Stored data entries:
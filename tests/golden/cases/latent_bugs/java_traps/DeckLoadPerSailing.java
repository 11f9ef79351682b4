package net.brindleharbour.ferry;

import java.io.IOException;

import org.apache.hadoop.conf.Configuration;
import org.apache.hadoop.fs.Path;
import org.apache.hadoop.io.LongWritable;
import org.apache.hadoop.io.Text;
import org.apache.hadoop.mapreduce.Job;
import org.apache.hadoop.mapreduce.Mapper;
import org.apache.hadoop.mapreduce.Reducer;
import org.apache.hadoop.mapreduce.lib.input.FileInputFormat;
import org.apache.hadoop.mapreduce.lib.output.FileOutputFormat;

/**
 * Deck load per sailing for the harbour ferry. Lines: sailing,deck,grams,vehicles
 * ("S12,B,5400000,3"). Three of Java's own traps are in it and the output keeps them:
 * the mean per vehicle is an integer division widened to a double, the deck letter becomes
 * a number by char arithmetic, and the reducer adds longs into an int total.
 */
public class DeckLoadPerSailing {

    public static class LoadMapper extends Mapper<LongWritable, Text, Text, LongWritable> {
        @Override
        protected void map(LongWritable key, Text value, Context context) throws IOException, InterruptedException {
            String[] f = value.toString().split(",");
            if (f.length < 4 || f[1].isEmpty()) {
                return;
            }
            try {
                long grams = Long.parseLong(f[2]);
                int vehicles = Integer.parseInt(f[3]);
                int deck = f[1].charAt(0) - 'A';
                double perVehicle = (int) (grams / 1000) / vehicles;
                context.write(new Text(f[0] + "/deck" + deck + "/" + perVehicle), new LongWritable(grams));
            } catch (NumberFormatException | ArithmeticException e) {
                // a bad number or no vehicles: not a loading record
            }
        }
    }

    public static class TotalReducer extends Reducer<Text, LongWritable, Text, LongWritable> {
        private final LongWritable total = new LongWritable();

        @Override
        protected void reduce(Text key, Iterable<LongWritable> values, Context context)
                throws IOException, InterruptedException {
            int sum = 0;
            for (LongWritable v : values) {
                sum += v.get();
            }
            total.set(sum);
            context.write(key, total);
        }
    }

    public static void main(String[] args) throws Exception {
        Job job = Job.getInstance(new Configuration(), "deck load per sailing");
        job.setJarByClass(DeckLoadPerSailing.class);
        job.setMapperClass(LoadMapper.class);
        job.setCombinerClass(TotalReducer.class);
        job.setReducerClass(TotalReducer.class);
        job.setOutputKeyClass(Text.class);
        job.setOutputValueClass(LongWritable.class);
        FileInputFormat.addInputPath(job, new Path(args[0]));
        FileOutputFormat.setOutputPath(job, new Path(args[1]));
        System.exit(job.waitForCompletion(true) ? 0 : 1);
    }
}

- Directions
Look through the data above and return each line where the string "void" occurs.

- Response to the exercise
        protected void map(LongWritable key, Text value, Context context) throws IOException, InterruptedException {
        protected void reduce(Text key, Iterable<LongWritable> values, Context context)
    public static void main(String[] args) throws Exception {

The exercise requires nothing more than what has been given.